Yale and Boehringer Ingelheim have partnered to create a Biomedical Data Science Fellowship program for postdoctoral fellows. The program awards post-doctoral researchers a three-year fellowship that includes access to Yale’s robust computational resources, biomedical data repositories, and faculty expertise as well as Boehringer Ingelheim’s corporate labs, scientists, and executives.
“The collaboration with Boehringer Ingelheim is designed to create a world-class data science program that will drive development of novel methods and tools to analyze and interpret the many large and complex biomedical datasets that have been generated in recent years,” said Hongyu Zhao, Yale’s Ira V. Hiscock Professor of Biostatistics and a Yale professor of genetics, statistics and data science. Zhao is the program’s principal investigator.

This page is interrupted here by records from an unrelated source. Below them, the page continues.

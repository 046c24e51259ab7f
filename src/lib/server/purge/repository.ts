/**
 * The purge tables (migrations/20261201_0005_purge.ts) and the telemetry rows the proof and the
 * separator page read: rows in, domain objects out.
 */
import type { Kysely, Transaction } from 'kysely';
import type { PurgeSchedule, QuietWindow } from '$lib/purge';
import type { ValveReport } from '$lib/purge';
import type { Database } from '../db/schema';
import type { PurgeCommandsTable, PurgeOutcome } from '../db/tables/purge';

type Db = Kysely<Database> | Transaction<Database>;

export interface StoredSchedule extends PurgeSchedule {
	vessel_id: number;
	updated_at: number;
	updated_by: string | null;
}

export type CommandRow = PurgeCommandsTable;

export interface VesselFacts {
	id: number;
	code: string;
	time_zone: string;
}

function parseQuiet(text: string): QuietWindow[] {
	try {
		const v = JSON.parse(text);
		return Array.isArray(v)
			? v.filter((w) => typeof w?.from === 'string' && typeof w?.to === 'string')
			: [];
	} catch {
		return [];
	}
}

export async function getSchedule(db: Db, vesselId: number): Promise<StoredSchedule | undefined> {
	const row = await db
		.selectFrom('purge_schedules')
		.selectAll()
		.where('vessel_id', '=', vesselId)
		.executeTakeFirst();
	return row && toSchedule(row);
}

export async function listSchedules(db: Db): Promise<StoredSchedule[]> {
	const rows = await db.selectFrom('purge_schedules').selectAll().execute();
	return rows.map(toSchedule);
}

function toSchedule(row: Database['purge_schedules']): StoredSchedule {
	return {
		vessel_id: row.vessel_id,
		enabled: row.enabled === 1,
		interval_min: row.interval_min,
		duration_s: row.duration_s,
		offset_min: row.offset_min,
		quiet_hours: parseQuiet(row.quiet_hours),
		updated_at: row.updated_at,
		updated_by: row.updated_by
	};
}

export async function saveSchedule(
	db: Db,
	vesselId: number,
	s: PurgeSchedule,
	at: number,
	by: string
): Promise<void> {
	const values = {
		enabled: s.enabled ? 1 : 0,
		interval_min: s.interval_min,
		duration_s: s.duration_s,
		offset_min: s.offset_min,
		quiet_hours: JSON.stringify(s.quiet_hours.map((w) => ({ from: w.from, to: w.to }))),
		updated_at: at,
		updated_by: by
	};
	await db
		.insertInto('purge_schedules')
		.values({ vessel_id: vesselId, ...values })
		.onConflict((oc) => oc.column('vessel_id').doUpdateSet(values))
		.execute();
}

export async function vesselFacts(db: Db, vesselId: number): Promise<VesselFacts | undefined> {
	return db
		.selectFrom('vessels')
		.select(['id', 'code', 'time_zone'])
		.where('id', '=', vesselId)
		.executeTakeFirst();
}

export async function allVesselFacts(db: Db): Promise<VesselFacts[]> {
	return db.selectFrom('vessels').select(['id', 'code', 'time_zone']).execute();
}

export async function insertCommand(db: Db, row: CommandRow): Promise<void> {
	await db.insertInto('purge_commands').values(row).execute();
}

export async function getCommand(db: Db, id: string): Promise<CommandRow | undefined> {
	return db.selectFrom('purge_commands').selectAll().where('id', '=', id).executeTakeFirst();
}

export async function updateCommand(
	db: Db,
	id: string,
	values: Partial<Omit<CommandRow, 'id'>>
): Promise<void> {
	await db.updateTable('purge_commands').set(values).where('id', '=', id).execute();
}

export async function pendingCommands(db: Db): Promise<CommandRow[]> {
	return db
		.selectFrom('purge_commands')
		.selectAll()
		.where('outcome', '=', 'pending')
		.orderBy('requested_at')
		.execute();
}

/** Commands of a vessel requested in [from, to], newest first. */
export async function listCommands(
	db: Db,
	vesselId: number,
	from: number,
	to: number,
	limit: number
): Promise<CommandRow[]> {
	return db
		.selectFrom('purge_commands')
		.selectAll()
		.where('vessel_id', '=', vesselId)
		.where('requested_at', '>=', from)
		.where('requested_at', '<=', to)
		.orderBy('requested_at', 'desc')
		.limit(limit)
		.execute();
}

/** When each vessel's schedule last issued a command (a restart inside that minute must not purge twice). */
export async function lastScheduledAt(db: Db): Promise<Map<number, number>> {
	const rows = await db
		.selectFrom('purge_commands')
		.select(['vessel_id', (eb) => eb.fn.max('requested_at').as('at')])
		.where('source', '=', 'schedule')
		.groupBy('vessel_id')
		.execute();
	return new Map(rows.map((r) => [r.vessel_id, Number(r.at)]));
}

/** Done commands whose ΔP after the purge is still unknown (it needs a minute of samples after closing). */
export async function commandsWithoutDpAfter(db: Db, since: number): Promise<CommandRow[]> {
	return db
		.selectFrom('purge_commands')
		.selectAll()
		.where('outcome', '=', 'done')
		.where('dp_after_bar', 'is', null)
		.where('closed_at', 'is not', null)
		.where('requested_at', '>=', since)
		.execute();
}

/**
 * The stored valve reports of a vessel from `since` on: each purge event as its open and close.
 * The ingest writes valve_events from the same open/closed changes the proof listens to.
 */
export async function storedValveReports(
	db: Db,
	vesselId: number,
	since: number
): Promise<ValveReport[]> {
	const rows = await db
		.selectFrom('valve_events')
		.select(['opened_at', 'closed_at'])
		.where('vessel_id', '=', vesselId)
		.where((eb) =>
			eb.or([
				eb('opened_at', '>=', since),
				eb('closed_at', '>=', since),
				eb('closed_at', 'is', null)
			])
		)
		.orderBy('opened_at')
		.execute();
	const reports: ValveReport[] = [];
	for (const r of rows) {
		reports.push({ at: r.opened_at, state: 'open' });
		if (r.closed_at !== null) reports.push({ at: r.closed_at, state: 'closed' });
	}
	const latest = await db
		.selectFrom('separator_states')
		.select(['ts', 'purge_valve'])
		.where('vessel_id', '=', vesselId)
		.where('purge_valve', 'is not', null)
		.where('ts', '>=', since)
		.orderBy('ts', 'desc')
		.limit(1)
		.executeTakeFirst();
	// The latest state report tells the proof how far the gateway's reports have come.
	if (latest?.purge_valve) reports.push({ at: latest.ts, state: latest.purge_valve });
	return reports;
}

/** Raw ΔP readings of a vessel in [from, to], oldest first. */
export async function dpSamples(db: Db, vesselId: number, from: number, to: number) {
	const rows = await db
		.selectFrom('separator_states')
		.select(['ts', 'dp_bar'])
		.where('vessel_id', '=', vesselId)
		.where('ts', '>=', from)
		.where('ts', '<=', to)
		.where('dp_bar', 'is not', null)
		.orderBy('ts')
		.execute();
	return rows.map((r) => ({ at: r.ts, dp_bar: r.dp_bar as number }));
}

/** 1-minute ΔP means of a vessel in [from, to], stamped at the middle of their minute. */
export async function dpMinutes(db: Db, vesselId: number, from: number, to: number) {
	const rows = await db
		.selectFrom('separator_rollup_1m')
		.select(['bucket', 'n', 'dp_sum', 'dp_min', 'dp_max'])
		.where('vessel_id', '=', vesselId)
		.where('bucket', '>=', from - 60_000)
		.where('bucket', '<=', to)
		.where('n', '>', 0)
		.orderBy('bucket')
		.execute();
	return rows
		.filter((r) => r.dp_min !== null)
		.map((r) => ({
			at: r.bucket + 30_000,
			dp_bar: r.dp_sum / r.n,
			dp_min_bar: r.dp_min as number,
			dp_max_bar: r.dp_max as number
		}));
}

/** Purge events (valve open → closed) of a vessel overlapping [from, to]. */
export async function valveEvents(db: Db, vesselId: number, from: number, to: number) {
	return db
		.selectFrom('valve_events')
		.select(['opened_at', 'closed_at', 'dp_before_bar'])
		.where('vessel_id', '=', vesselId)
		.where('opened_at', '<=', to)
		.where((eb) => eb.or([eb('closed_at', '>=', from), eb('closed_at', 'is', null)]))
		.orderBy('opened_at')
		.execute();
}

export type { PurgeOutcome };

With the program now in its second year, four new post-doctoral fellows – Rong Li, Dylan Duchen, Chuanpeng Dong, and Shubham Tripathi – began their work in September.
Li plans to analyze tumor, gene, and protein data in order to identify more specific subtypes of cancers for personalized patient treatment.
Duchen will use graphs to model immune cell profiles in individuals and identify which biological factors lead to better efficacy of treatments in patients.
Dong will use machine learning models to predict which paralog pairs (gene copies with different functions) could be effective in cancer immunotherapy.
Tripathi will create a mathematical model to determine which genes and cells directly affect immune responses, with the ultimate goal of being able to modulate this response.